Traction & Maturity Signals
The description does not provide any evidence of:
- Revenue
- Customers or users
- Adoption metrics
- Product usage data
- Market traction beyond the hackathon submission
It mentions:
- 54 automated tests
- 28 unit + 26 Playwright E2E tests
- CI with CodeQL
- A bench that tracks success rates (but not actual usage)
Not evidenced
Competitive Context
No mention of competitors or market context is provided in the description. The author does not reference existing tools for creating educational manipulatives, nor does it compare Chalkbox to similar offerings.
Not evidenced
Key Risks & Red Flags
- Unproven adoption: No evidence that teachers actually use the tool or find value in it.
- Limited scope: Narrow focus on math/physics may limit scalability.
- Dependency on AI quality: Reliance on Codex (GPT-5.6) for generation and verification introduces risk if performance degrades.
- Lack of commercial viability: No pricing, monetization or business model discussed.
- Demo vs. real-world use: The system is described as working in demos but not tested with real classrooms.
Inference: The project is an early prototype with strong engineering but unclear path to market traction or revenue.
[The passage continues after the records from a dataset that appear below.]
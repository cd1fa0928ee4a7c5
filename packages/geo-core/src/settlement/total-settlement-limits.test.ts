import { describe, expect, it } from 'vitest';
import { ANGULAR_DISTORTION_LIMITS } from './angular-distortion-limits.js';
import { TOTAL_SETTLEMENT_LIMITS } from './total-settlement-limits.js';

describe('TOTAL_SETTLEMENT_LIMITS and ANGULAR_DISTORTION_LIMITS', () => {
  it('hold the textbook figures: 65 mm (clay) and 40 mm (sand) after Skempton & MacDonald (1956), 50 mm after EN 1997-1 Annex H', () => {
    expect(TOTAL_SETTLEMENT_LIMITS.map((limit) => [limit.source, limit.totalSettlementM, limit.appliesTo])).toEqual([
      ['Skempton & MacDonald (1956)', 0.065, 'isolated foundations on clay'],
      ['Skempton & MacDonald (1956)', 0.04, 'isolated foundations on sand'],
      ['EN 1997-1:2004 Annex H', 0.05, 'isolated shallow foundations of normal structures'],
    ]);
  });

  it('hold Bjerrum’s (1963) six limits from 1/750 to 1/150 and Skempton & MacDonald’s three, strictest first in each', () => {
    const bySource = (source: string) => ANGULAR_DISTORTION_LIMITS.filter((limit) => limit.source === source).map((limit) => limit.ratioLabel);
    expect(bySource('Bjerrum (1963)')).toEqual(['1/750', '1/600', '1/500', '1/300', '1/250', '1/150']);
    expect(bySource('Skempton & MacDonald (1956)')).toEqual(['1/500', '1/300', '1/150']);
    for (const limit of ANGULAR_DISTORTION_LIMITS) expect(limit.angularDistortion).toBeCloseTo(1 / Number(limit.ratioLabel.slice(2)), 15);
  });
});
Diligence Questions To Ask The Founders
- Have you conducted any pilot testing with actual teachers?
- What is the current status of the product beyond the hackathon demo?
- How do you plan to monetize this tool?
- Are there any real-world users or feedback from educators yet?
- What are the long-term plans for expanding beyond math and physics?
- How do you ensure consistent performance across different AI generations?
Investment/Partnership Verdict
The project is an early-stage prototype built by one person (Edy Cu) for a hackathon. It demonstrates:
- Strong technical execution
- A clear understanding of the problem space
- A working verification pipeline
However, there is no evidence of traction, revenue, or customer adoption.
Verdict: Not ready for investment or partnership at this stage. The product shows promise in solving a real educational need but lacks commercial validation and market readiness.
Source
Submitted to the OpenAI 2026 hackathon on Devpost. Project home on DevPost.
The analysis above was generated by a language model from the project's own one-line description. It is not independent research and contains no verified traction, revenue or customer data.